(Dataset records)
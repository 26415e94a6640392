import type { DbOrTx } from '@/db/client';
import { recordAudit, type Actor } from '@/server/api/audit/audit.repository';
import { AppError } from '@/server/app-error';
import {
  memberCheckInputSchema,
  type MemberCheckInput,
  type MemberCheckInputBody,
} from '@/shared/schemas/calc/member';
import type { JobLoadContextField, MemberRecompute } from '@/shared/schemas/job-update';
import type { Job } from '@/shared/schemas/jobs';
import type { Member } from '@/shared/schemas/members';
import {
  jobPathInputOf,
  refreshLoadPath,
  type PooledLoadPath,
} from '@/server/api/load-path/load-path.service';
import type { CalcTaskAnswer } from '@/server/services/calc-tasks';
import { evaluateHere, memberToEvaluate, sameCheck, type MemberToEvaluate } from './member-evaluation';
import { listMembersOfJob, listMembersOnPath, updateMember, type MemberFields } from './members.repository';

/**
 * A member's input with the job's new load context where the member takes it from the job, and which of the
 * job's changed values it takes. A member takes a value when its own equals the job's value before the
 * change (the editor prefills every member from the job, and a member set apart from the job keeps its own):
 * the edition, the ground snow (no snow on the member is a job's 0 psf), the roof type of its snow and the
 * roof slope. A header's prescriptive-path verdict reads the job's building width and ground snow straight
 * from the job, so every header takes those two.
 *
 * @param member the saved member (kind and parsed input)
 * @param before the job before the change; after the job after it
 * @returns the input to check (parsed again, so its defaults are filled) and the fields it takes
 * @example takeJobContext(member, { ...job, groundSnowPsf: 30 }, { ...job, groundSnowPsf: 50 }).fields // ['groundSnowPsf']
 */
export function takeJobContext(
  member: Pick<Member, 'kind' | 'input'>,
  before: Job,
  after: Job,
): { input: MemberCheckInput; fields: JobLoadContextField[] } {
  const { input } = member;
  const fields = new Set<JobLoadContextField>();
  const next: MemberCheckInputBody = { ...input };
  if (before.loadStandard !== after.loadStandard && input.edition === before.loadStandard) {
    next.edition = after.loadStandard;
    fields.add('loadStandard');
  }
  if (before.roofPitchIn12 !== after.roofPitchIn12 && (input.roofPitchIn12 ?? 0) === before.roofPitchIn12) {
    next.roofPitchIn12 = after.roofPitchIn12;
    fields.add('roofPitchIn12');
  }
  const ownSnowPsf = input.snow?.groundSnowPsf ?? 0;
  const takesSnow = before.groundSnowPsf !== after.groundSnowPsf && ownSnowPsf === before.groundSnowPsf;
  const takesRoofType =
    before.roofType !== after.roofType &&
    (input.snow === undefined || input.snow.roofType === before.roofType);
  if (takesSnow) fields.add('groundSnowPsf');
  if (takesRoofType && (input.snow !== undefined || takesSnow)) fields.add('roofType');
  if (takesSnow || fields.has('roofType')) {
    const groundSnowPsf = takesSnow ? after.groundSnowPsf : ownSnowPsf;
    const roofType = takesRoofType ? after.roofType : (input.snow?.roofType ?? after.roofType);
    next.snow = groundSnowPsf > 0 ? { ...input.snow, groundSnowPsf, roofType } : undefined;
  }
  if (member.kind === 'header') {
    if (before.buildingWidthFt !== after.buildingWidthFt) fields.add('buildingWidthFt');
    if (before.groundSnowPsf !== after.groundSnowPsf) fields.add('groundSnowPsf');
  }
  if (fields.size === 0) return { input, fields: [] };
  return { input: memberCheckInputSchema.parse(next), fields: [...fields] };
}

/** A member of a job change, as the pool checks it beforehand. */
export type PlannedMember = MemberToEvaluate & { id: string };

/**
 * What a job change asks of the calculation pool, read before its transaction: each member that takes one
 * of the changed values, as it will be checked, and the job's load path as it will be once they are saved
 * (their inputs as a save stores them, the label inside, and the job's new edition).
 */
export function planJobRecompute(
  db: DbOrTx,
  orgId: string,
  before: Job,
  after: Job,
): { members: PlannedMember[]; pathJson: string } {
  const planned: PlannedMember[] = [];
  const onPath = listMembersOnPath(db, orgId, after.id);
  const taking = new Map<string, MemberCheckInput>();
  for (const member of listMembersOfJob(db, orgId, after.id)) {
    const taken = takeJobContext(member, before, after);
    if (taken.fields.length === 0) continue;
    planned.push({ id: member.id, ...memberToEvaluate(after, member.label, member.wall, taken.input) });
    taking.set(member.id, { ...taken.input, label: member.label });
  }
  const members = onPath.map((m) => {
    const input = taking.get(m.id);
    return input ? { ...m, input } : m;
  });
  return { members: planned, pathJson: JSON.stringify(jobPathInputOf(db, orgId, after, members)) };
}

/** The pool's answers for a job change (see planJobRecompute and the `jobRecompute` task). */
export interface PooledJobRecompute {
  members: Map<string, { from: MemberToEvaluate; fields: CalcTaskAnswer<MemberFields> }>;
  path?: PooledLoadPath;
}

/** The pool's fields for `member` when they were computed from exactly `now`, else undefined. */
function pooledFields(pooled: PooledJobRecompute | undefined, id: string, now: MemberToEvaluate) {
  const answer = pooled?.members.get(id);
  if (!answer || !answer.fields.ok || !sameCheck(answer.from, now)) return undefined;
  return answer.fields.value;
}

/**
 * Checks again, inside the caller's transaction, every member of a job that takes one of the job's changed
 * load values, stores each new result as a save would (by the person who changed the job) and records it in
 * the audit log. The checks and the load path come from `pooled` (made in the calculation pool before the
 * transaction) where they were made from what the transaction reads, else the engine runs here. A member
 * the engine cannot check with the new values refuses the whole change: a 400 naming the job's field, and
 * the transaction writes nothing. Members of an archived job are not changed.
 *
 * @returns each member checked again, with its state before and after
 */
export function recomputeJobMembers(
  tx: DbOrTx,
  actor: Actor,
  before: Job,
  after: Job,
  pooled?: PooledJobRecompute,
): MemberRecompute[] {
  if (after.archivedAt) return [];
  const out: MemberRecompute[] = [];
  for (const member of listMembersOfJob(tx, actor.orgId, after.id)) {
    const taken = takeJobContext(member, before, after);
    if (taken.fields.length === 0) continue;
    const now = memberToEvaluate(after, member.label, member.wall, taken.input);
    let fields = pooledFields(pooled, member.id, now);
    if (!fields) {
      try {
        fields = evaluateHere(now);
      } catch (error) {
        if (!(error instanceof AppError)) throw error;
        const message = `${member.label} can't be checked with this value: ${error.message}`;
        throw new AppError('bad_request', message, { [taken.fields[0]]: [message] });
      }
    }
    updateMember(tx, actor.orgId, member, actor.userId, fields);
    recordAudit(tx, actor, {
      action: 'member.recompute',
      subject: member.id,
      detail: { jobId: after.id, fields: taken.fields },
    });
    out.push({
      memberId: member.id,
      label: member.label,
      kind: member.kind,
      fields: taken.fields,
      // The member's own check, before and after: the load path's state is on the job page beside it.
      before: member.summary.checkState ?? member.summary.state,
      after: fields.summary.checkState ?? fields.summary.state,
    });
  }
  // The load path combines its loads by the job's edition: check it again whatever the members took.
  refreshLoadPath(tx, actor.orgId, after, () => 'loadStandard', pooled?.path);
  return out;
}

ABOUT THIS TASK:
Reading through the records above, report each line in which the string "undefined" is found.

REPLY TO THE EXERCISE:
    (input.snow === undefined || input.snow.roofType === before.roofType);
  if (takesRoofType && (input.snow !== undefined || takesSnow)) fields.add('roofType');
    next.snow = groundSnowPsf > 0 ? { ...input.snow, groundSnowPsf, roofType } : undefined;
/** The pool's fields for `member` when they were computed from exactly `now`, else undefined. */
function pooledFields(pooled: PooledJobRecompute | undefined, id: string, now: MemberToEvaluate) {
  if (!answer || !answer.fields.ok || !sameCheck(answer.from, now)) return undefined;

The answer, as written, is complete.